Miguel Sano, Twins: His game is somewhat one-dimensional and the strikeouts remain sky-high, but he hit 34 home runs in 105 games last season -- that's a 51-homer pace over 160 games.

Javier Baez, Chicago Cubs: He was second in the MVP voting in 2018, but wasn't quite as good in 2019. His fielding is probably at its apex right now (fielding ability tends to peak early in a player's career) and we can only imagine the numbers he'd put up with a little more plate discipline.

Kyle Schwarber, Cubs: He hit a career-high .250 with a career-high 38 home runs and was even better in the second half (.280/.366/.631). At his peak, maybe he could do that over a full season and swat 40-plus home runs.

Trea Turner, Washington Nationals: He has averaged 3.5 WAR in his four seasons, but seemed poised to have his first All-Star season after hitting .304 with 12 home runs in the second half of 2019 (after missing time in the first half with an injury). He's still one of the fastest players in the game, but speed is the first tool to start declining.

Rhys Hoskins, Philadelphia Phillies: He led the NL in walks in 2019 and hit 29 home runs, but a .226 average dragged down his overall offensive value.

Jorge Alfaro, Miami Marlins: He has been a frustrating talent as his aggressive approach undermines his ability to tap into his power, but after posting a 95 OPS+ each of the past two seasons, maybe he would have put it all together at 27.

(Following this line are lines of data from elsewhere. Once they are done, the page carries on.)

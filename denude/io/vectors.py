"""Read zone, planning-unit and point layers; check CRS, ids and geometry; write result layers.

Every user-caused problem raises ``ZoneError`` (or ``OutputError``) with one line naming the
file, the value and the fix.
"""

from __future__ import annotations

import os
import warnings
from dataclasses import dataclass, field
from pathlib import Path

import numpy as np
import shapely

from denude.errors import GeometryRepairWarning, OutputError, ZoneError

#: Name of the id column when the user gives no id field (values: the layer's feature ids).
DEFAULT_ID_FIELD = "zone_id"


@dataclass
class PolygonLayer:
    """Polygons read from a vector file: ``frame`` (repaired geometry, the file's own CRS) and
    ``geometry`` (the same polygons in the target CRS, a shapely array)."""

    path: Path
    layer: str
    id_field: str
    frame: object              # geopandas.GeoDataFrame, original CRS, repaired geometry
    geometry: np.ndarray       # shapely geometries in the target CRS
    repaired: int = 0          # geometries made valid
    reprojected_from: str | None = None

    @property
    def ids(self):
        return self.frame[self.id_field].to_numpy()

    def __len__(self):
        return len(self.frame)


@dataclass
class PointLayer:
    """Points read from a vector file (``frame`` in the file's CRS, ``geometry`` in the target CRS)."""

    path: Path
    layer: str
    frame: object
    geometry: np.ndarray
    reprojected_from: str | None = None
    extra: dict = field(default_factory=dict)

    def __len__(self):
        return len(self.frame)


def _layers(path: Path, what: str) -> list[str]:
    import pyogrio

    if not path.exists():
        raise ZoneError(f"{path}: {what} file not found; give the path of a GeoPackage or other vector file")
    if path.is_dir() and path.suffix.lower() not in (".gdb",):
        raise ZoneError(f"{path}: is a folder; give the path of a GeoPackage, Shapefile or GeoJSON {what} file")
    if path.is_file() and path.stat().st_size == 0:
        raise ZoneError(f"{path}: the {what} file is empty (0 bytes); give a GeoPackage, Shapefile or GeoJSON with {what} features")
    try:
        with warnings.catch_warnings():      # GDAL's notes on a broken file: the error says enough
            warnings.simplefilter("ignore", RuntimeWarning)
            return [str(name) for name in pyogrio.list_layers(path)[:, 0]]
    except Exception as exc:  # pyogrio raises DataSourceError and friends
        reason = " ".join(str(exc).split())[:160]
        raise ZoneError(f"{path}: not a readable vector file ({reason}); give a GeoPackage, Shapefile or GeoJSON") from None


def _read_frame(path, layer, what):
    """Open one layer as a GeoDataFrame with the feature ids as index."""
    import geopandas

    path = Path(path)
    names = _layers(path, what)
    if layer is None:
        if len(names) > 1:
            raise ZoneError(f"{path}: has {len(names)} layers ({', '.join(names)}); choose one with the layer option")
        if not names:
            raise ZoneError(f"{path}: has no layers; give a file with one {what} layer")
        layer = names[0]
    elif layer not in names:
        raise ZoneError(f"{path}: no layer {layer!r}; choose one of {', '.join(names)}")
    try:
        with warnings.catch_warnings():
            warnings.simplefilter("ignore", RuntimeWarning)
            frame = geopandas.read_file(path, layer=layer, engine="pyogrio", fid_as_index=True)
    except Exception as exc:
        reason = " ".join(str(exc).split())[:160]
        raise ZoneError(f"{path}: layer {layer!r} cannot be read ({reason}); check the file opens in a GIS, or export it again") from None
    if not isinstance(frame, geopandas.GeoDataFrame):
        raise ZoneError(f"{path}: layer {layer!r} has no geometry column (a plain table?); give a layer of {what} features")
    if len(frame) == 0:
        raise ZoneError(f"{path}: layer {layer!r} is empty; give a layer with at least one {what} feature")
    if frame.crs is None:
        raise ZoneError(f"{path}: layer {layer!r} has no CRS; assign one (e.g. ogr2ogr -a_srs EPSG:XXXX) and retry")
    return frame, layer


def _to_target(frame, target_crs, path, layer):
    """Geometries of ``frame`` in ``target_crs`` (shapely array) and the source CRS if reprojected."""
    if target_crs is None or frame.crs == target_crs:
        return np.asarray(frame.geometry.values, dtype=object), None
    try:
        moved = frame.geometry.to_crs(target_crs)
    except Exception as exc:
        raise ZoneError(f"{path}: layer {layer!r} cannot be reprojected to the raster CRS ({' '.join(str(exc).split())})") from None
    return np.asarray(moved.values, dtype=object), frame.crs.to_string()


def _polygonal(geom):
    """The polygonal part of a (repaired) geometry, as a Polygon/MultiPolygon (maybe empty)."""
    if geom is None or geom.is_empty:
        return shapely.MultiPolygon()
    if geom.geom_type in ("Polygon", "MultiPolygon"):
        return geom
    parts = [p for p in shapely.get_parts(geom) if p.geom_type in ("Polygon", "MultiPolygon")]
    if not parts:
        return shapely.MultiPolygon()
    return shapely.union_all(parts)


def read_polygons(path, layer=None, id_field=None, target_crs=None, what="zone") -> PolygonLayer:
    """Read a polygon layer: one row per feature, unique non-null ids from ``id_field`` (or the
    feature ids as ``zone_id``), invalid geometries repaired with ``shapely.make_valid`` and
    counted, geometries reprojected to ``target_crs`` (a pyproj/rasterio CRS)."""
    path = Path(path)
    frame, layer = _read_frame(path, layer, what)
    if id_field is None:
        id_field = DEFAULT_ID_FIELD
        if id_field in frame.columns:
            raise ZoneError(f"{path}: layer {layer!r} already has a column {id_field!r}; name it as the id field")
        frame = frame.copy()
        frame.insert(0, id_field, frame.index.to_numpy())
    elif id_field not in frame.columns and id_field == frame.index.name:   # e.g. the GeoPackage "fid"
        frame = frame.copy()
        frame.insert(0, id_field, frame.index.to_numpy())
    elif id_field not in frame.columns or id_field == frame.geometry.name:
        fields = [c for c in frame.columns if c != frame.geometry.name]
        raise ZoneError(
            f"{path}: layer {layer!r} has no field {id_field!r}; choose one of {', '.join(map(str, fields)) or '(no fields)'}"
        )
    ids = frame[id_field]
    if ids.isna().any():
        raise ZoneError(f"{path}: field {id_field!r} is empty in {int(ids.isna().sum())} feature(s); give every {what} an id")
    dup = ids[ids.duplicated()]
    if len(dup):
        raise ZoneError(
            f"{path}: field {id_field!r} has duplicate id {dup.iloc[0]!r} ({len(dup)} duplicate(s)); give each {what} a unique id"
        )
    geoms = np.asarray(frame.geometry.values, dtype=object)
    types = set(shapely.get_type_id(geoms[~shapely.is_missing(geoms)]).tolist())
    if types - {3, 6, 7}:  # Polygon, MultiPolygon, GeometryCollection (kept only if polygonal)
        kinds = sorted({g.geom_type for g in geoms if g is not None})
        raise ZoneError(f"{path}: layer {layer!r} holds {', '.join(kinds)} geometries; {what}s must be polygons")
    invalid = ~shapely.is_valid(geoms) & ~shapely.is_missing(geoms)
    repaired = int(invalid.sum())
    fixed = geoms.copy()
    if repaired:
        fixed[invalid] = shapely.make_valid(geoms[invalid])
        first = frame[id_field].to_numpy()[np.flatnonzero(invalid)[0]]
        first = first.item() if hasattr(first, "item") else first
        reason = shapely.is_valid_reason(geoms[np.flatnonzero(invalid)[0]])
        warnings.warn(GeometryRepairWarning(
            f"{path}: layer {layer!r}: {repaired} invalid {what} polygon(s) repaired with shapely.make_valid "
            f"(first: {id_field} {first!r}, {reason}); check them if the areas matter"
        ))
    fixed = np.array([_polygonal(g) for g in fixed], dtype=object)
    frame = frame.set_geometry(list(fixed), crs=frame.crs)
    target, source = _to_target(frame, target_crs, path, layer)
    return PolygonLayer(path, layer, id_field, frame, target, repaired, source)


def read_points(path, layer=None, target_crs=None, what="sinkhole") -> PointLayer:
    """Read a point layer and reproject it to ``target_crs``; the layer must have a CRS."""
    path = Path(path)
    frame, layer = _read_frame(path, layer, what)
    geoms = np.asarray(frame.geometry.values, dtype=object)
    present = ~shapely.is_missing(geoms)
    kinds = set(shapely.get_type_id(geoms[present]).tolist())
    if kinds - {0}:
        names = sorted({g.geom_type for g in geoms[present]})
        raise ZoneError(f"{path}: layer {layer!r} holds {', '.join(names)} geometries; {what}s must be single points")
    target, source = _to_target(frame, target_crs, path, layer)
    return PointLayer(path, layer, frame, target, source)


def check_output_path(out, inputs=()) -> Path:
    """Validate the output GeoPackage path: .gpkg, folder exists, not one of the inputs."""
    out = Path(out)
    if out.suffix.lower() != ".gpkg":
        raise OutputError(f"{out}: the output must be a GeoPackage; give a name ending in .gpkg")
    if not out.parent.exists():
        raise OutputError(f"{out}: folder {out.parent} does not exist; create it or choose another output path")
    for item in inputs:
        if item is not None and Path(item).exists() and out.exists() and os.path.samefile(out, item):
            raise OutputError(f"{out}: the output is also an input; choose another output path")
    return out


def write_layers(path, layers: dict) -> None:
    """Write GeoDataFrames as layers of one new GeoPackage at ``path`` (must not exist)."""
    import pyogrio

    path = Path(path)
    for name, frame in layers.items():
        try:
            pyogrio.write_dataframe(frame, path, layer=name, driver="GPKG", append=False)
        except Exception as exc:
            raise OutputError(f"{path}: cannot write layer {name!r} ({' '.join(str(exc).split())})") from None


def vector_files(path: Path) -> list[Path]:
    """A vector file and its sidecars (shapefile parts)."""
    if path.suffix.lower() == ".shp":
        return sorted(p for p in path.parent.glob(path.stem + ".*") if p.is_file())
    return [path]


#: Prefix given to a user's attribute whose name clashes with a summary column.
CLASH_PREFIX = "user_"


def user_attributes(frame, skip=(), taken=()) -> dict:
    """The attribute columns of a user's layer (not its geometry nor the ``skip`` columns),
    as name -> array; a name in ``taken`` (the summary's own columns) gets ``CLASH_PREFIX``
    (again, until free)."""
    out = {}
    used = set(taken) | set(skip)
    for column in frame.columns:
        if column == frame.geometry.name or column in skip:
            continue
        name = str(column)
        while name in used or name in out:
            name = CLASH_PREFIX + name
        out[name] = frame[column].to_numpy()
    return out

Tim Anderson, Chicago White Sox: It's hard to beat a batting title, but there are still areas Anderson can improve on that would produce a better season: walk rate, more power, more consistency in the field.

Matt Chapman, Oakland Athletics: While it's hard to envision guys like Betts and Harper doing better than their MVP seasons, Chapman may still have more growth in him even after producing 8.3 WAR in both 2018 and 2019. He improved from 24 to 36 home runs in 2019 and his walk rate improved from 9.4% to 10.9%. Given his all-world defense, a 10-WAR season isn't inconceivable if he hits .275 with 40 home runs and close to 100 walks. That's a Mike Schmidt season. Maybe in 2021.

Those are just a few names. Other breakout candidates include players such asBrandon Nimmo, Jurickson Profar and Brian Anderson. In fact, the Mets, with Nimmo, Michael Conforto and J.D. Davis in their age-27 seasons, had three players in prime position for great seasons.

There is another potential ripple effect here -- if you miss what might have been your best season, it affects your perceived value or the salary you will earn. Betts, entering free agency after 2020, is the obvious player impacted by the economic fallout of COVID-19, as it seems unlikely he'll get the same offers he otherwise would have. Still, players in their arbitration years also will be affected, although we'll have to see how all that plays out.

"Not concerned about this at all," Sanchez said. "I am in the arbitration system and am confident MLB and the union will work together to modify the system to account for a partial season."

Of course, he told us that a few weeks ago, before the negotiations for resuming play in 2020 turned contentious and ugly. Posting a .950 OPS in 60 games isn't the same as doing it in 145 games. A slow start in a 60-game schedule is a lot more damaging than a slow start in a 162-game season.

Those are issues for another day. But when (and if) we do start up, I'll be thinking of all the career seasons that might have been.